In August of 2003, Mars made its closest pass to the earth since Neanderthals walked the earth. Prior to that eventful August eve, all kinds of emails made the rounds that the results would be so spectacular that the light from Mars would be as bright as a full moon. Duh! The moon is just a 384,403 km little jog from earth and being part of earth’s orbit around the sun is closer to the sun than the red planet. Given the moon is that close and is about one quarter the diameter of its mother planet, the moon would always be significantly brighter than Mars even in its closest pass to earth.

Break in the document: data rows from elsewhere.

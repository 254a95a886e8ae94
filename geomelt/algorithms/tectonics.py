"""Registered algorithms: plate-boundary proximity and tectonic-magmatic setting per cell."""

from __future__ import annotations

from collections.abc import Mapping

import numpy as np

from geomelt.algorithms.base import Algorithm
from geomelt.classes import CLASS_NODATA
from geomelt.layers import OutputLayer
from geomelt.parameters import BoundaryParameters, SettingParameters
from geomelt.tectonics.boundaries import BOUNDARY_FIELDS, boundary_fields
from geomelt.tectonics.settings import classify

__all__ = ["BOUNDARY_PROXIMITY", "TECTONIC_SETTING"]

_WRITTEN_FIELDS = {
    "distance_to_ridge_km",
    "distance_to_rift_km",
    "distance_to_subduction_km",
    "distance_to_collision_km",
    "distance_to_transform_km",
    "subduction_side",
    "collision_side",
}
_UNITS = {"mm/yr": "mm yr-1", "": "1"}


def _boundary_outputs(params) -> tuple[OutputLayer, ...]:
    out = []
    for f in BOUNDARY_FIELDS.values():
        title = f.name.replace("_km", "").replace("_", " ")
        out.append(
            OutputLayer(
                f.name,
                _UNITS.get(f.unit, f.unit),
                title[0].upper() + title[1:],
                f.description,
                dtype=f.dtype,
                nodata=f.nodata,
                written=f.name in _WRITTEN_FIELDS,
            )
        )
    return tuple(out)


def _boundary_compute(arrays: Mapping, params: BoundaryParameters) -> dict:
    valid = np.isfinite(arrays["crustal_thickness_km"])
    lon = np.where(valid, arrays["cell_lon_deg"], np.nan)
    lat = np.where(valid, arrays["cell_lat_deg"], np.nan)
    boundaries = arrays.get("plate_boundaries")
    if boundaries is None:
        shape = valid.shape
        return {f.name: np.full(shape, f.nodata, dtype=f.dtype) for f in BOUNDARY_FIELDS.values()}
    return boundary_fields(boundaries, lon, lat, max_distance_km=params.boundary_reach_km)


BOUNDARY_PROXIMITY = Algorithm(
    id="boundary_proximity",
    version="1.0",
    title="Plate-boundary proximity",
    description=(
        "Geodesic distance (WGS84) from every cell to the nearest plate boundary of each type, "
        "the side of the nearest subduction and collision boundary (upper or lower plate) and "
        "the rate of the nearest boundary of each type. Correct for projected and geographic "
        "grids, across the antimeridian and near the poles."
    ),
    inputs=("crustal_thickness_km", "cell_lon_deg", "cell_lat_deg"),
    optional_inputs=("plate_boundaries",),
    parameters=BoundaryParameters,
    outputs=_boundary_outputs,
    compute=_boundary_compute,
    references=(
        "Karney, C.F.F. (2013) Algorithms for geodesics. J. Geodesy 87, 43-55",
        "Ballard, D.H. (1981) Strip trees: a hierarchical representation for curves. Commun. "
        "ACM 24, 310-321",
    ),
    keywords=("plate boundary", "distance", "subduction", "geodesic"),
)

_CLASS_OUTPUTS = (
    (
        "setting",
        "setting",
        "Tectonic-magmatic setting",
        "Setting of each cell from the documented rule table (geomelt.tectonics.settings)",
    ),
    (
        "secondary_setting",
        "secondary_setting",
        "Secondary tectonic-magmatic influence",
        "Second matching setting where several apply (0 = none), e.g. a ridge beneath a hotspot",
    ),
    (
        "melting_mechanism",
        "melting_mechanism",
        "Melting mechanism",
        "Which melting happens: decompression, flux (water addition), crustal heating, "
        "combinations, or none",
    ),
    (
        "magma_type",
        "magma_type",
        "Magma type",
        "Dominant magma composition expected from the mechanism and the crust",
    ),
)


def _setting_outputs(params) -> tuple[OutputLayer, ...]:
    return tuple(
        OutputLayer(
            name,
            "class",
            title,
            desc,
            dtype="uint8",
            nodata=CLASS_NODATA,
            categorical=True,
            scheme=scheme,
        )
        for name, scheme, title, desc in _CLASS_OUTPUTS
    )


def _setting_compute(arrays: Mapping, params: SettingParameters) -> dict:
    fields = dict(arrays)
    if "slab_depth_km" not in fields:
        fields["slab_depth_km"] = np.full(np.shape(arrays["crustal_thickness_km"]), np.nan)
    return classify(fields, params)


TECTONIC_SETTING = Algorithm(
    id="tectonic_setting",
    version="1.0",
    title="Tectonic-magmatic setting, melting mechanism and magma type",
    description=(
        "Assigns each cell one setting (mid-ocean ridge, continental rift, oceanic arc, "
        "continental arc, back-arc, forearc, continental collision, oceanic hotspot, "
        "continental hotspot, transform, stable interior) from ordered, cited rules over "
        "boundary distances and sides, slab depth, crust, mantle temperature and the melting "
        "results; keeps a secondary setting where several apply; derives the melting mechanism "
        "from the melting that happens and the magma type from mechanism and crust."
    ),
    inputs=(
        "crustal_thickness_km",
        "potential_temperature_c",
        "melt_thickness_km",
        "wedge_melt_fraction",
        "crustal_melt_fraction",
        "distance_to_ridge_km",
        "distance_to_rift_km",
        "distance_to_subduction_km",
        "distance_to_collision_km",
        "distance_to_transform_km",
        "subduction_side",
    ),
    optional_inputs=("slab_depth_km",),
    parameters=SettingParameters,
    outputs=_setting_outputs,
    compute=_setting_compute,
    references=(
        "Syracuse, E.M. & Abers, G.A. (2006) Global compilation of variations in slab depth "
        "beneath arc volcanoes. G3 7, Q05017",
        "England, P., Engdahl, R. & Thatcher, W. (2004) Systematic variation in the depths of "
        "slabs beneath arc volcanoes. GJI 156, 377-408",
        "Sdrolias, M. & Mueller, R.D. (2006) Controls on back-arc basin formation. G3 7, Q04016",
        "White, R.S. & McKenzie, D. (1989) Magmatism at rift zones. JGR 94, 7685-7729",
        "Huppert, H.E. & Sparks, R.S.J. (1988) The generation of granitic magmas by intrusion "
        "of basalt into continental crust. J. Petrol. 29, 599-624",
    ),
    keywords=("tectonic setting", "magma type", "melting mechanism", "classification"),
)
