"""Registered algorithm: mineral-system affinity factors and scores per cell."""

from __future__ import annotations

from collections.abc import Mapping

import numpy as np

from geomelt.algorithms.base import Algorithm
from geomelt.layers import OutputLayer
from geomelt.parameters import MineralScreeningParameters
from geomelt.physics.screening import MINERAL_SYSTEMS, mineral_screening

__all__ = ["MINERAL_SCREENING"]


def _inputs() -> tuple[str, ...]:
    names: list[str] = []
    for system in MINERAL_SYSTEMS:
        for factor in system.factors:
            for name in factor.inputs:
                if name not in names:
                    names.append(name)
    for name in ("setting", "magma_type"):
        if name not in names:
            names.append(name)
    return tuple(names)


def _outputs(params) -> tuple[OutputLayer, ...]:
    out = []
    for system in MINERAL_SYSTEMS:
        for factor in system.factors:
            out.append(
                OutputLayer(
                    f"{system.key}_{factor.name}_factor",
                    "1",
                    f"{system.title}: {factor.name.replace('_', ' ')} factor",
                    factor.description,
                )
            )
        out.append(
            OutputLayer(
                f"{system.key}_score",
                "1",
                f"{system.title}: affinity score",
                f"Weighted combination of the {system.title} factors (0-1): {system.association}. "
                "A screening score, not a resource estimate",
            )
        )
    return tuple(out)


def _compute(arrays: Mapping, params: MineralScreeningParameters) -> dict:
    valid = np.isfinite(arrays["crustal_thickness_km"])
    fields = {k: arrays[k] for k in MINERAL_SCREENING.inputs}
    out = mineral_screening(fields, params)
    return {k: np.where(valid, v, np.nan).astype(np.float32) for k, v in out.items()}


_REFERENCES = tuple(dict.fromkeys(ref for s in MINERAL_SYSTEMS for ref in s.references))

MINERAL_SCREENING = Algorithm(
    id="mineral_screening",
    version="1.0",
    title="Mineral-system affinity screening",
    description=(
        "Transparent factors (each its own layer) and weighted scores of the mineral systems "
        "that follow magmatic settings: porphyry Cu-Au-Mo and epithermal Au-Ag with arcs, "
        "magmatic Ni-Cu-PGE with high-degree mantle melts at plumes and rifts, granite-related "
        "Sn-W-Li with melting of thickened crust, volcanogenic massive sulfide with ridges and "
        "back-arcs. Weights and membership breakpoints are parameters."
    ),
    inputs=_inputs(),
    parameters=MineralScreeningParameters,
    outputs=_outputs,
    compute=_compute,
    references=_REFERENCES
    + (
        "An, P., Moon, W.M. & Rencz, A. (1991) Application of fuzzy set theory to integrated "
        "mineral exploration. Can. J. Explor. Geophys. 27, 1-11",
        "Bonham-Carter, G.F. (1994) Geographic Information Systems for Geoscientists. Pergamon",
    ),
    keywords=("mineral systems", "prospectivity", "screening", "fuzzy logic"),
)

Mars is about half the diameter of earth. Even at the closest approach to earth, Mars is 35 million miles. Mars reaches its closest distance to earth every two years, but other factors make each close pass a little closer or further year to year, but the number of miles distance from a close year to a far year is relatively insignificant and barely perceivable on earth.
Nevertheless, as every August approaches, most of us will get an idiot email consisting of the following:
"The Red Planet is about to be spectacular."
"Earth is catching up with Mars [for] the closest approach between the two planets in recorded history."
"On August 27th … Mars will look as large as the full moon."
And finally, "NO ONE ALIVE TODAY WILL EVER SEE THIS AGAIN."
Yeah right! We presume the folks who believe this have also received tips on a great real estate offer for ocean front property near Hagerstown, Maryland too.
P.T. Barnum was correct. Suckers are born every nanosecond thanks to cyberspace. Still, how is it generally intelligent people can so quickly be duped into behaving like Chicken Little so easily.
Let’s make it clear. We cannot trust the news media for its bias, why would we trust anonymous email forwards?
Sure as we lament this situation, before most people read this, many of us will receive another, “You must forward this prayer for peace or the world will succumb to swarms of locusts if the chain is broken – and it would be YOUR fault for breaking the chain” type of email. Others will be implored to collect pull tabs from soda cans to help some sick kid get in the Guinness Book before dropping dead. Others will be tipped off that a mixture of baking soda, Swedish vodka, and grapefruit juice will make a person immune to the swine flu. Think of the most outrageous possibility and it’s surely coming to an inbox near you.
The challenge is dealing with our friends and relatives who despite much coaching still continue to annoy us with this insidious bullshit. Yes, we love them and they mean well, but we all know what paves the road to hell.
Be sure to forward this post to twelve of your closest friends and family or you will develop a painful rectal itch which responds to no known medication. Get the message!?!?!?